Argada Area
- Location: South Karanpura Coalfield; 23°38′52″N 85°27′01″E﻿ / ﻿23.6477°N 85.4504°E;
- Company: Central Coalfields Limited
- Website: centralcoalfields.in/cmpny/hstry.php

= Argada Area =

Argada Area is one of the operational areas of the Central Coalfields Limited located in the Ramgarh and Hazaribagh districts in the state of Jharkhand, India.

The projects of the Argada Area are Gidi A Open Cast, Gidi C opencast, Religara opencast/ underground, Sirka opencast, Sirka underground, Argada underground, and Giddi Washery. The area office is at Sirka, PO Argada 829101.

==Mining activity==

===Mines and projects===

Gidi is an old colliery that started functioning in 1958. Several seams (Argada, Argada-A, Argada-B, Sirka, Bansgarha, Hatidhari and upper & lower Semana) have been worked by underground mining methods, either through independent mine entries / inclines or drifts from one seam to another. In addition, the mine has been worked by opencast methods in six patches (Quarries 1, 2, 3, 4, 5 and 6). Except Qaurries 2 and 3, all the other quarries are filled up water to a maximum water level of 336.20 m. Giddi-A open cast project is located in the east central part of South Karanpura Coalfield. All the underground workings of Giddi-A colliery were stopped since March 1984. Presently the mine operation is limited to opencast working in Quarry no. 3.

The Pre-Feasibility Report for working in Giddi-A colliery covers the area of existing working in Quarry nos. 2 and 3 of Giddi-A along with a new patch transferred from Religara Colliery in an adjacent location north east of Quarry no. 3. Two working sections have been envisaged in this scheme – the western section being an existing working section and the eastern section is a green field area. The combined mineable reserve of both the sections is 3.70 million tonnes. The estimated life of the eastern section is 6 years and the western section is 3 years.

The Sirka opencast project is located in the eastern part of the South Karanpura Coalfield. It was earlier owned by Bird & Company and was taken over at the time of nationalisation in 1973. At that time it produced 0.30-0.35 million tonnes per year, using both underground and opencast methods. As of 2012–13, Sirka project was operating in Argada Area with an annual capacity of 0.25 million tonnes per year of raw coal. Sirka is a census town in Ramgarh in Ramgarh district.

The Argada underground project is located in the eastern part of the South Karanpura Coalfield. It was earlier owned by Bird & Company and was taken over at the time of nationalisation in 1973. At that time, it produced 0.35 million tonnes per year, using underground methods. Argada underground project has a production capacity of 0.06 million tonnes per year. The Damodar flows along its western and southern boundaries. It is about 10 km from Ramgarh Cantonment.
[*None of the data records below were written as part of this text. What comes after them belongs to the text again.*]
package main

import (
	"bufio"
	"encoding/json"
	"fmt"
	"os"
	"os/exec"
	"path/filepath"
	"regexp"
	"slices"
	"strconv"
	"strings"
	"testing"

	"github.com/stretchr/testify/assert"
	"github.com/stretchr/testify/require"
	"github.com/xuri/excelize/v2"
)

const depot = "../../examples/ottermere-depot.xlsx"

// sizedDepot sizes the example into a folder and returns the workbook and the
// lines of JSON.
func sizedDepot(t *testing.T) (path string, members []map[string]any) {
	t.Helper()
	dir := t.TempDir()
	path = filepath.Join(dir, "depot.xlsx")
	size(t, depot, "-o", path, "--json", filepath.Join(dir, "depot.jsonl"))
	f, err := os.Open(filepath.Join(dir, "depot.jsonl"))
	require.NoError(t, err)
	defer f.Close()
	for lines := bufio.NewScanner(f); lines.Scan(); {
		var m map[string]any
		require.NoError(t, json.Unmarshal(lines.Bytes(), &m))
		members = append(members, m)
	}
	require.Len(t, members, 60)
	return path, members
}

// sheetRows reads a sheet as numbers and texts, without number formats.
func sheetRows(t *testing.T, f *excelize.File, sheet string) [][]string {
	t.Helper()
	rows, err := f.GetRows(sheet, excelize.Options{RawCellValue: true})
	require.NoError(t, err)
	return rows
}

func openBook(t *testing.T, path string) *excelize.File {
	t.Helper()
	f, err := excelize.OpenFile(path)
	require.NoError(t, err)
	t.Cleanup(func() { f.Close() })
	return f
}

// office has LibreOffice convert a file.
func office(t *testing.T, path, to string) string {
	t.Helper()
	program, err := exec.LookPath("soffice")
	if err != nil {
		t.Skip("LibreOffice (soffice) is not installed")
	}
	dir := t.TempDir()
	cmd := exec.Command(program, "-env:UserInstallation=file://"+filepath.ToSlash(filepath.Join(dir, "profile")),
		"--headless", "--convert-to", to, "--outdir", dir, path)
	said, err := cmd.CombinedOutput()
	require.NoError(t, err, string(said))
	return filepath.Join(dir, strings.TrimSuffix(filepath.Base(path), filepath.Ext(path))+"."+to)
}

// total returns the cell below a heading in the row of a table that opens with
// a word, the first such row behind the heading.
func total(t *testing.T, rows [][]string, heading, word string) float64 {
	t.Helper()
	col := -1
	for _, row := range rows {
		for c, text := range row {
			if text == heading {
				col = c
			}
		}
		if col >= 0 && len(row) > col && row[0] == word {
			x, err := strconv.ParseFloat(row[col], 64)
			require.NoError(t, err)
			return x
		}
	}
	t.Fatalf("no row %q below %q", word, heading)
	return 0
}

func TestTheSheetsAddUpToTheMembers(t *testing.T) {
	path, members := sizedDepot(t)
	f := openBook(t, path)
	grams, pieces := int64(0), 0.0
	for _, m := range members {
		n := m["quantity"].(float64)
		pieces += n
		// kg/m times m, to the gram as steel is taken off. The lengths and the
		// published masses of the example have so few decimals that this is exact.
		grams += int64(n) * int64(m["mass_kg"].(float64)*1000+0.5)
	}
	tonnes := float64(grams) / 1e6
	exact := func(got float64, what string) { assert.InDelta(t, tonnes, got, 5e-7, what) } // half a gram
	exact(total(t, sheetRows(t, f, "Take-off"), "Mass [t]", "with allowances"), "Take-off")
	exact(total(t, sheetRows(t, f, "Sizes used"), "Mass [t]", "all"), "Sizes used")
	exact(total(t, sheetRows(t, f, "Cutting list"), "Mass [t]", "all"), "Cutting list")
	assert.Equal(t, pieces, total(t, sheetRows(t, f, "Sizes used"), "Pieces", "all"))

	// The charts are drawn from the same sums.
	data := sheetRows(t, f, "Chart data")
	for _, heading := range []string{"Section", "Level"} {
		exact(sumBeside(t, data, heading), "chart by "+heading)
	}
}

// sumBeside sums the column to the right of a heading in the third row.
func sumBeside(t *testing.T, rows [][]string, heading string) (sum float64) {
	t.Helper()
	for c, text := range rows[2] {
		if text != heading {
			continue
		}
		for _, row := range rows[3:] {
			if len(row) > c+1 && row[c+1] != "" {
				x, err := strconv.ParseFloat(row[c+1], 64)
				require.NoError(t, err)
				sum += x
			}
		}
		return sum
	}
	t.Fatalf("no heading %q", heading)
	return 0
}

func TestChartsPointAtCellsThatHoldSomething(t *testing.T) {
	path, _ := sizedDepot(t)
	f := openBook(t, path)
	refs := regexp.MustCompile(`<f>&#39;([^&]+)&#39;!\$([A-Z]+)\$(\d+)(?::\$([A-Z]+)\$(\d+))?</f>`)
	charts, found := 0, 0
	f.Pkg.Range(func(name, content any) bool {
		if !strings.HasPrefix(name.(string), "xl/charts/chart") {
			return true
		}
		charts++
		text := string(content.([]byte))
		matches := refs.FindAllStringSubmatch(text, -1)
		assert.Equal(t, strings.Count(text, "<f>"), len(matches), "%s: every reference is of the kind that is looked at", name)
		for _, m := range matches {
			found++
			first, err := f.GetCellValue(m[1], m[2]+m[3])
			require.NoError(t, err)
			if m[5] == "" {
				assert.NotEmpty(t, first, "%s: %s", name, m[0])
				continue
			}
			filled := false
			from, _ := strconv.Atoi(m[3])
			to, _ := strconv.Atoi(m[5])
			for r := from; r <= to && !filled; r++ {
				text, err := f.GetCellValue(m[1], fmt.Sprint(m[2], r))
				require.NoError(t, err)
				filled = text != ""
			}
			// Nothing fails in the example, so that series alone is empty.
			assert.True(t, filled || m[2] == "C", "%s: %s", name, m[0])
		}
		return true
	})
	assert.Equal(t, 4, charts)
	assert.Greater(t, found, 30)
}

func TestAnotherProgramReadsTheSameResults(t *testing.T) {
	if testing.Short() {
		t.Skip("another program opens what was written: long, and nothing runs side by side")
	}
	path, members := sizedDepot(t)
	f := openBook(t, office(t, path, "xlsx"))
	assert.Equal(t, []string{"Columns", "Settings", "Summary", "Problems", "Results", "Working", "Sizes used", "Take-off", "Splices", "Cutting list", "Charts", "Chart data"}, f.GetSheetList())
	rows := sheetRows(t, f, "Results")
	require.Equal(t, []string{"Row", "Mark"}, rows[3][:2])
	for i, m := range members {
		row := rows[4+i]
		assert.Equal(t, m["mark"], row[1])
		assert.Equal(t, m["status"], row[6])
		assert.Equal(t, m["section"], row[7])
		for col, key := range map[int]string{9: "utilisation", 13: "N_b_y_Rd_kN", 14: "N_b_z_Rd_kN", 17: "chi_y", 20: "mass_kg"} {
			x, err := strconv.ParseFloat(row[col], 64)
			require.NoError(t, err)
			assert.InEpsilon(t, m[key], x, 1e-9, "%s of %s", key, m["mark"])
		}
		cell := strings.TrimPrefix(m["cell"].(string), "Columns!")
		assert.Equal(t, cell, row[0])
		linked, to, err := f.GetCellHyperLink("Results", fmt.Sprint("A", 5+i))
		require.NoError(t, err)
		assert.True(t, linked)
		assert.Equal(t, "Columns!"+cell, strings.ReplaceAll(strings.ReplaceAll(strings.TrimPrefix(to, "#"), "'", ""), "$", ""))
	}
	drawn := 0
	f.Pkg.Range(func(name, _ any) bool {
		if strings.HasPrefix(name.(string), "xl/charts/chart") {
			drawn++
		}
		return true
	})
	assert.Equal(t, 4, drawn, "the charts live on as charts")
}

func TestThePrintedWorkbook(t *testing.T) {
	if testing.Short() {
		t.Skip("another program opens what was written: long, and nothing runs side by side")
	}
	path, members := sizedDepot(t)
	pdf := office(t, path, "pdf")
	program, err := exec.LookPath("pdftotext")
	if err != nil {
		t.Skip("pdftotext is not installed")
	}
	out, err := exec.Command(program, "-layout", pdf, "-").Output()
	require.NoError(t, err)
	pages := strings.Split(string(out), "\f")
	assert.NotContains(t, pages[0], "Result:", "the schedule prints as it did")
	var results string
	for _, page := range pages {
		if strings.Contains(page, "Governing check") && strings.Contains(page, "chi_y") {
			results += page
		}
	}
	for _, m := range members {
		line := regexp.MustCompile(`(?m)^.*\b` + regexp.QuoteMeta(m["mark"].(string)) + `\b.*$`).FindString(results)
		assert.Contains(t, line, m["section"])
		shown, err := strconv.ParseFloat(regexp.MustCompile(`\d\.\d{3}\b`).FindString(line), 64)
		require.NoError(t, err)
		assert.InDelta(t, m["utilisation"], shown, 0.0005001, "to the digits shown, a half either way")
		assert.Contains(t, line, "✓ passes", "a mark and a word")
	}
	for _, title := range []string{"Utilisation by member", "Steel by section", "Steel by level", "Members on the buckling curves", "SHA-256 of the schedule"} {
		assert.Contains(t, string(out), title)
	}
}

// place splits where a link leads to, however the program that wrote it spells
// it.
func place(to string) (sheet, cell string) {
	sheet, cell, _ = strings.Cut(strings.NewReplacer("'", "", "$", "", "#", "").Replace(to), "!")
	return sheet, cell
}

// follow returns what stands where the link of a cell leads to, and the link of
// that.
func follow(t *testing.T, f *excelize.File, sheet, cell string) (text, back string) {
	t.Helper()
	linked, to, err := f.GetCellHyperLink(sheet, cell)
	require.NoError(t, err)
	require.True(t, linked, "%s!%s", sheet, cell)
	sheet, cell = place(to)
	text, err = f.GetCellValue(sheet, cell)
	require.NoError(t, err)
	_, back, err = f.GetCellHyperLink(sheet, cell)
	require.NoError(t, err)
	return text, back
}

// below returns the column of a sheet that has a heading.
func below(t *testing.T, rows [][]string, heading string) string {
	t.Helper()
	for _, row := range rows {
		if c := slices.Index(row, heading); c >= 0 {
			name, err := excelize.ColumnNumberToName(c + 1)
			require.NoError(t, err)
			return name
		}
	}
	t.Fatalf("no heading %q", heading)
	return ""
}

func TestMembersAndWorkingsLeadToEachOther(t *testing.T) {
	if testing.Short() {
		t.Skip("another program opens what was written: long, and nothing runs side by side")
	}
	path, members := sizedDepot(t)
	for _, path := range []string{path, office(t, path, "xlsx")} {
		f := openBook(t, path)
		check := below(t, sheetRows(t, f, "Columns"), "Result: governing check")
		for i, m := range members {
			cell := strings.TrimPrefix(m["cell"].(string), "Columns!")
			row := strings.TrimLeft(cell, "ABCDEFGHIJKLMNOPQRSTUVWXYZ")
			for _, from := range [][2]string{{"Columns", check + row}, {"Results", fmt.Sprint("K", 5+i)}} {
				text, back := follow(t, f, from[0], from[1])
				assert.True(t, strings.HasPrefix(text, m["mark"].(string)+", "), "%s: %s", from, text)
				sheet, to := place(back)
				assert.Equal(t, "Columns!"+cell, sheet+"!"+to)
			}
		}
	}
}

// workingOf returns the rows of a member on the sheet of workings, and the rows
// behind them.
func workingOf(t *testing.T, rows [][]string, mark string) (own, rest [][]string) {
	t.Helper()
	heads := func(row []string) bool {
		return len(row) > 6 && row[2] != "" && row[1] == "" && row[0] != "" && row[4] == ""
	}
	for i, row := range rows {
		if !heads(row) || !strings.HasPrefix(row[0], mark+", ") {
			continue
		}
		end := i + 1
		for end < len(rows) && !heads(rows[end]) {
			end++
		}
		return rows[i:end], rows[end:]
	}
	t.Fatalf("no working of %s", mark)
	return nil, nil
}

// The sheet of workings, read by another program, holds the numbers of the JSON
// lines.
func TestTheSheetOfWorkings(t *testing.T) {
	path, members := sizedDepot(t)
	rest := sheetRows(t, openBook(t, office(t, path, "xlsx")), "Working")
	var own [][]string
	for _, m := range members {
		own, rest = workingOf(t, rest, m["mark"].(string))
		assert.Equal(t, m["section"].(string)+"  "+m["grade"].(string), own[0][2])
		assert.Equal(t, m["status"], own[0][6])
		u, err := strconv.ParseFloat(own[0][3], 64)
		require.NoError(t, err)
		assert.InDelta(t, m["utilisation"], u, 0.0005001, "three decimals, a half either way")
		found := 0
		for _, row := range own[1:] {
			key := map[string]string{"Nb,y,Rd": "N_b_y_Rd_kN", "Nb,z,Rd": "N_b_z_Rd_kN", "χy": "chi_y", "χz": "chi_z", "λ̄y": "lambda_bar_y", "λ̄z": "lambda_bar_z", "fy": "fy_MPa"}[first(row)]
			if key == "" {
				continue
			}
			x, err := strconv.ParseFloat(row[3], 64)
			require.NoError(t, err)
			assert.InEpsilon(t, m[key], x, 5e-4, "%s of %s: four figures at least, a half either way", key, m["mark"])
			found++
		}
		assert.GreaterOrEqual(t, found, 7, m["mark"])
	}
}

func first(row []string) string {
	if len(row) == 0 {
		return ""
	}
	return row[0]
}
Gidi Non-Coking Coal Washery was set up in 1975 with an installed capacity of 2.5 million tonnes per year. According to a newspaper report, Gidi Washery was closed in October 2020.

Note: For Hazaribagh district map see Barka Sayal Area.

==Illegal mining activities==
According to the Report on Prevention of Illegal Coal Mining and Theft, “The main source of illegal mining of coal and theft is abandoned mines. After economic extraction is over, the remaining coal in an abandoned mine is stolen by coal mafias, villagers leading to roof falling, water flooding, poisonous gas leaking, leading to the death of many labourers.”In the Argada Area of CCL illegal mining activities are taking place in Argada B&J Incline, Sirka Quarry 1& 2, Gidi 1, 5, 2. Illegal mining also takes place in the fringe areas and outside the leasehold areas of CCL.

==Educational facilities for employees' children==
Central Coalfields Limited provides support for reputed institutions and trusts for setting up 10+2 pattern CBSE schools for children of CCL employees. It provides 109 buses to take employees' children to schools and back. Among the schools in the South Karanpura Coalfield that receive financial help or structural support are DAV Urimari and DAV Gidi.

==Medical facilities==
In the South Karanpura Coalfield, CCL has the following facilities:

AKC Bhurkunda (Hospital) at Bhurkunda, with 35 beds, has four general duty medical officers and one specialist. Its facilities include X-ray machine, ECG machine, nebulizer, patho lab. It has two ambulances.

Central Saunda Hospital at Saunda has 15 beds.

ARH Sayal at Sayal, with 20 beds, has one general duty medical officer. Its facilities include X-ray machine and patho lab. It has two ambulances.

There are central facilities in the Central Hospital, Gandhinagar at Kanke Road, Ranchi with 250 beds and in the Central Hospital, Naisarai at Ramgarh with 150 beds.

AKC, Gidi A at Gidi, with 31 beds, has six general duty medical officers and one specialist. Its facilities include an X-ray machine. It has three ambulances.

There are dispensaries at Sirka and Gidi C in the Argada Area, and at Urimari in the Barka Sayal Area.